28. АЛЕШКА. ВЕЧНЫЕ ЖИДЫ

      – Обо мне вспоминают в театре? – переспросил старик с лицом сатира и захохотал, будто застучал в разбитый паркет козлиными копытами. – Хрен в сумку, вспоминают! Лет десять назад ко мне заходил лишь Нема Фридман – завтруппой, царствие ему небесное, доброму человеку! Да и то, потому, что знал толк в хорошей беседе под рюмку водки. Да я и не обижаюсь на них – ни на кого! Я ведь и сам к ним не ходил, я имел, как говорится, друзей на стороне…
      По лицу Арие-Хаим Лейбовича Гроднера-Орлова было и так видно, что он не дурак дернуть рюмку. Когда он уселся рядом со мной за стол, мой опытный нюх сразу уловил привычное амбре перегорающей в нем выпивки. Ах ты мой дорогой старый живец, заслуженный стукайло Белорусской республики – кто же они, твои друзья на стороне?
      Натренированным восприятием оборотня Гроднер мгновенно уловил направление моих мыслей и эпически сообщил:
      – Вот, отправился сегодня за продуктами – у нас это всегда серьезная экспедиция – и встретил старого друга. Он мне говорит: «Алик, ты же больше не жидовская морда, а господин отъезжающий иностранец. Может быть, выпьем на прощанье?» Ну, взяли мы, конечно, по бокальчику…
      Это была артиллерийская вилка – сообщение для меня и объяснение для жены, охраняемой драконами. Неизвестно, что подсказали жене драконы, но я-то точно знал, что взял он со старым другом не по одному бокальчику.

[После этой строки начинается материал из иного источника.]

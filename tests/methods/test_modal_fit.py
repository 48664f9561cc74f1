"""Automatic fit: finds what is there, invents nothing, says what went wrong, keeps its units."""

from dataclasses import replace

import numpy as np
import pytest

from identkit.errors import InputError
from identkit.methods.modal_fit import fit_modal_model
from identkit.methods.modal_model import ModalParameters, modal_response
from identkit.outcomes import Outcome
from tests.methods.invented_plants import Kind, Tally, draw


def noisy(rng, frequency, clean, relative, floor=0.0):
    variance = (relative * np.abs(clean)) ** 2 + floor**2
    error = rng.standard_normal((2, frequency.size)) * np.sqrt(variance / 2)
    return clean + error[0] + 1j * error[1], variance


KINDS = {
    "pivot": Kind(),
    "free": Kind(base="free"),
    "none": Kind(base="none"),
    "close pairs": Kind(close=True),
    "even grid": Kind(even=True),
    "noisy": Kind(noise=0.08),
    "no delay": Kind(delay=False),
    "fourteen modes": Kind(modes=14),
    "few points": Kind(points=300, damping=(0.02, 0.05)),
    "millihertz": Kind(band=(5e-5, 2.2e-2)),
    "gigahertz": Kind(band=(5e7, 2.2e10)),
}


@pytest.mark.parametrize("name", KINDS)
def test_finds_all_modes_and_no_others(name):
    kind, tally = KINDS[name], Tally()
    rng = np.random.default_rng(11)
    for _ in range(4):
        drawn = draw(rng, kind)
        fit = fit_modal_model(
            drawn.frequency, drawn.response, drawn.variance, base=kind.base, delay=kind.delay
        )
        assert fit.outcome == Outcome.DONE
        assert fit.noise_ratio == pytest.approx(1.0, abs=0.2)
        tally.count(drawn, fit, delay=kind.delay)
    assert tally.found == tally.wanted > 0
    assert tally.extra == 0
    assert np.sqrt(np.mean(np.square(tally.over_bound))) < 1.35


def test_general_residues_are_found_when_asked_and_when_needed():
    drawn = draw(np.random.default_rng(12), general=True)
    for residues in ("general", "auto"):
        tally = Tally()
        fit = fit_modal_model(drawn.frequency, drawn.response, drawn.variance, residues=residues)
        tally.count(drawn, fit, general=True)
        assert tally.found == tally.wanted
        assert "residue_rate_1" in fit.parameter_names
        assert fit.parameters.residue_rate.any()


def test_automatic_residues_stay_real_on_real_data():
    drawn = draw(np.random.default_rng(13))
    fit = fit_modal_model(drawn.frequency, drawn.response, drawn.variance, residues="auto")
    assert "residue_rate_1" not in fit.parameter_names
    assert not fit.parameters.residue_rate.any()


def test_unit_of_frequency_and_of_response_do_not_matter():
    drawn = draw(np.random.default_rng(14))
    plain = fit_modal_model(drawn.frequency, drawn.response, drawn.variance)
    scaled = fit_modal_model(drawn.frequency / 1e3, 1e6 * drawn.response, 1e12 * drawn.variance)
    one, other = plain.parameters, scaled.parameters
    np.testing.assert_allclose(other.modal_frequency, one.modal_frequency / 1e3, rtol=1e-6)
    np.testing.assert_allclose(other.damping_ratio, one.damping_ratio, rtol=1e-5)
    np.testing.assert_allclose(other.residue, one.residue, rtol=1e-5)
    assert other.delay == pytest.approx(one.delay * 1e3, rel=1e-5)
    assert other.base_residue == pytest.approx(one.base_residue, rel=1e-5)
    np.testing.assert_allclose(scaled.significance, plain.significance, rtol=1e-4)
    assert scaled.cost == pytest.approx(plain.cost, rel=1e-6)


@pytest.mark.parametrize("base", ["none", "pivot", "free"])
@pytest.mark.parametrize("stated", [True, False])
def test_noise_gives_no_modes(base, stated):
    rng = np.random.default_rng(15)
    for grid in (np.geomspace(10.0, 1e4, 600), np.linspace(10.0, 1e4, 600)):
        noise = rng.standard_normal((2, 600)) / np.sqrt(2)
        fit = fit_modal_model(
            grid, noise[0] + 1j * noise[1], np.ones(600) if stated else None, base=base
        )
        assert fit.outcome in (Outcome.NO_MODES, Outcome.SINGULAR_COVARIANCE)
        assert fit.parameters.modal_frequency.size == 0
        assert fit.significance.size == 0


def test_one_strongly_damped_mode():
    frequency = np.geomspace(0.1, 100.0, 200)
    truth = ModalParameters(
        np.array([8.0]), np.array([0.7]), np.array([2500.0]), np.zeros(1), "none"
    )
    response, variance = noisy(
        np.random.default_rng(16), frequency, modal_response(frequency, truth), 0.02
    )
    fit = fit_modal_model(frequency, response, variance, base="none")
    assert fit.outcome == Outcome.DONE
    assert fit.parameters.modal_frequency.size == 1
    error = np.sqrt(np.diag(fit.covariance))
    assert abs(fit.parameters.modal_frequency[0] - 8.0) < 5 * error[2]
    assert abs(fit.parameters.damping_ratio[0] - 0.7) < 5 * error[3]


def test_mode_at_the_edge_of_the_band():
    frequency = np.geomspace(100.0, 1e4, 800)
    modal = np.array([104.0, 2000.0, 9850.0])
    truth = ModalParameters(
        modal, np.full(3, 0.01), (2 * np.pi * modal) ** 2, np.zeros(3), "none", feedthrough=0.1
    )
    response, variance = noisy(
        np.random.default_rng(17), frequency, modal_response(frequency, truth), 0.03
    )
    fit = fit_modal_model(frequency, response, variance, base="none")
    np.testing.assert_allclose(fit.parameters.modal_frequency, modal, rtol=2e-3)


@pytest.mark.parametrize("number", [0, 3, 5])
def test_number_of_modes_can_be_given(number):
    drawn = draw(np.random.default_rng(18), modes=4)
    fit = fit_modal_model(drawn.frequency, drawn.response, drawn.variance, modes=number)
    assert fit.parameters.modal_frequency.size == number


def test_missing_points_are_left_out():
    drawn = draw(np.random.default_rng(19), modes=4)
    keep = np.random.default_rng(0).random(1200) > 0.3
    response = np.where(keep, drawn.response, complex(np.nan, np.nan))
    masked = fit_modal_model(drawn.frequency, response, drawn.variance)
    short = fit_modal_model(drawn.frequency[keep], drawn.response[keep], drawn.variance[keep])
    assert masked.points == keep.sum()
    np.testing.assert_array_equal(
        masked.parameters.modal_frequency, short.parameters.modal_frequency
    )
    np.testing.assert_array_equal(masked.covariance, short.covariance)


def test_what_cannot_be_fitted_says_so():
    drawn = draw(np.random.default_rng(20), modes=2, points=200)
    nothing = np.full(200, complex(np.nan, np.nan))
    fit = fit_modal_model(drawn.frequency, nothing, drawn.variance)
    assert fit.outcome == Outcome.NOT_FINITE
    few = slice(0, 5)
    fit = fit_modal_model(drawn.frequency[few], drawn.response[few], drawn.variance[few])
    assert fit.outcome == Outcome.TOO_FEW_POINTS


def test_data_that_do_not_follow_the_model_do_not_collect_modes_without_end():
    rng = np.random.default_rng(21)
    drawn = draw(rng, modes=4)
    x = np.log(drawn.frequency / drawn.frequency[0])
    wrong = drawn.response * (1 + 0.1 * np.sin(3 * x) + 0.08j * np.cos(4.3 * x))
    fit = fit_modal_model(drawn.frequency, wrong, drawn.variance)
    assert fit.parameters.modal_frequency.size <= 24
    assert (
        fit.noise_ratio > 1.2
        or fit.outcome == Outcome.MODE_LIMIT
        or (fit.parameters.modal_frequency.size < 16)
    )


def test_reaching_the_cap_is_said():
    drawn = draw(np.random.default_rng(22), modes=6, points=45, band=(50.0, 2000.0), noise=1e-4)
    fit = fit_modal_model(drawn.frequency, drawn.response, drawn.variance)
    assert fit.parameters.modal_frequency.size <= 4
    assert fit.outcome in (Outcome.MODE_LIMIT, Outcome.NOT_CONVERGED, Outcome.SINGULAR_COVARIANCE)


def test_clean_data_without_variance():
    drawn = draw(np.random.default_rng(23), modes=4, points=600)
    clean = modal_response(drawn.frequency, drawn.truth)
    fit = fit_modal_model(drawn.frequency, clean, None)
    np.testing.assert_allclose(
        fit.parameters.modal_frequency, drawn.truth.modal_frequency, rtol=1e-6
    )


def test_pivot_is_the_leading_section():
    drawn = draw(np.random.default_rng(24))
    fit = fit_modal_model(drawn.frequency, drawn.response, drawn.variance)
    assert fit.parameters.base_frequency == pytest.approx(60.0, rel=0.02)
    assert fit.parameters.base_damping_ratio == pytest.approx(0.35, rel=0.05)


def test_weights_from_measured_size_do_not_bias():
    rng = np.random.default_rng(25)
    off = []
    for _ in range(6):
        drawn = draw(rng, modes=4, noise=0.1, weakest=0.2)
        measured = (0.1 * np.abs(drawn.response)) ** 2
        fit = fit_modal_model(drawn.frequency, drawn.response, measured)
        error = np.sqrt(fit.covariance[4, 4])
        off.append((fit.parameters.base_residue - drawn.truth.base_residue) / error)
    # uncorrected, weights of 1/|measured|^2 at 10 % noise pull the size by about 1 %: 3 sigma here
    assert abs(np.mean(off)) < 1.5


@pytest.mark.parametrize(
    ("change", "place"),
    [
        ({"base": "wheel"}, "base"),
        ({"residues": "odd"}, "residues"),
        ({"modes": "some"}, "modes"),
        ({"modes": -1}, "modes"),
    ],
)
def test_unknown_options_are_refused(change, place):
    drawn = draw(np.random.default_rng(26), points=100)
    with pytest.raises(InputError, match=place):
        fit_modal_model(drawn.frequency, drawn.response, drawn.variance, **change)


def test_arrays_that_do_not_match_are_refused():
    drawn = draw(np.random.default_rng(27), points=100)
    with pytest.raises(InputError, match="increase"):
        fit_modal_model(drawn.frequency[::-1], drawn.response, drawn.variance)
    with pytest.raises(InputError, match="response"):
        fit_modal_model(drawn.frequency, drawn.response[:50], drawn.variance)


BATTERY = {
    "demo-like, 3 %": (Kind(weakest=0.005), 0.995),
    "demo-like, 8 %": (Kind(noise=0.08, weakest=0.02), 0.98),
    "close pairs": (Kind(close=True), 0.98),
    "free base": (Kind(base="free"), 0.99),
}


@pytest.mark.slow
@pytest.mark.parametrize("name", BATTERY)
def test_statistics_of_many_fits(name):
    """Found modes, error over the Cramer-Rao bound, coverage of 95 % intervals."""
    kind, least = BATTERY[name]
    rng, tally = np.random.default_rng(31), Tally()
    for _ in range(60):
        drawn = draw(rng, kind)
        fit = fit_modal_model(drawn.frequency, drawn.response, drawn.variance, base=kind.base)
        tally.count(drawn, fit)
    assert tally.found >= least * tally.wanted
    assert tally.extra <= 1
    stated, bound = np.array(tally.over_stated), np.array(tally.over_bound)
    # 400 modes: standard error of a root mean square 3.5 %, of a coverage 1.1 %
    assert np.sqrt(np.mean(bound[:, 0] ** 2)) < 1.12
    assert abs(np.mean(np.abs(stated[:, 0]) < 1.96) - 0.95) < 0.035


def test_request_is_not_changed_by_fitting():
    drawn = draw(np.random.default_rng(28), modes=3, points=200)
    before = replace(drawn, response=drawn.response.copy())
    fit_modal_model(drawn.frequency, drawn.response, drawn.variance)
    np.testing.assert_array_equal(before.response, drawn.response)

      Броха Шаевна покряхтела, как от сдерживаемой зубной боли, и что-то быстро пробурчала по-еврейски, и по полному отсутствию одобрения в ее тоне я понял, что драконы пояснили обстановку более или менее правильно. Они были старые – драконы, выцвели, выгорели. Они, наверняка, еще скалились в старом доме на улице Немига, в квартале еврейского гетто. Жаль, их не увидел Соломон. Может, он бы вставил их в сценический интерьер из послевоенного еврейского быта. Нет гетто, нет Немиги, нет дома, нет еврейского быта, нет Соломона. Остались драконы, Орлов-Гроднер и его похожий на хомяка сын Яша. А старик пружинисто поднялся, распахнул скрипучую дверцу пузатого серванта, достал бутылку «зубровки».
      – Что ж ты не угощаешь гостя, Яшенька? – с наигранной укоризной спросил Гроднер. – Просто неудобно. Ты же знаешь – гость в дом, радость в дом…
      – Я думал, что товарищ корреспондент не захочет в свое рабочее время… – без улыбки, не то шутя, не то всерьез ответил хомяк. Сейчас он был сыт, пухл, равнодушен.
      – Вот какой у меня сынок образцово-показательный, – захохотал Гроднер. – Нет, все-таки, что ни говори, старая школа – она себя оказывает. Он у меня непьющий, негулящий, а на работе такой смирный, что тень от него не ложится. В кого он такой выдался – ума не приложу?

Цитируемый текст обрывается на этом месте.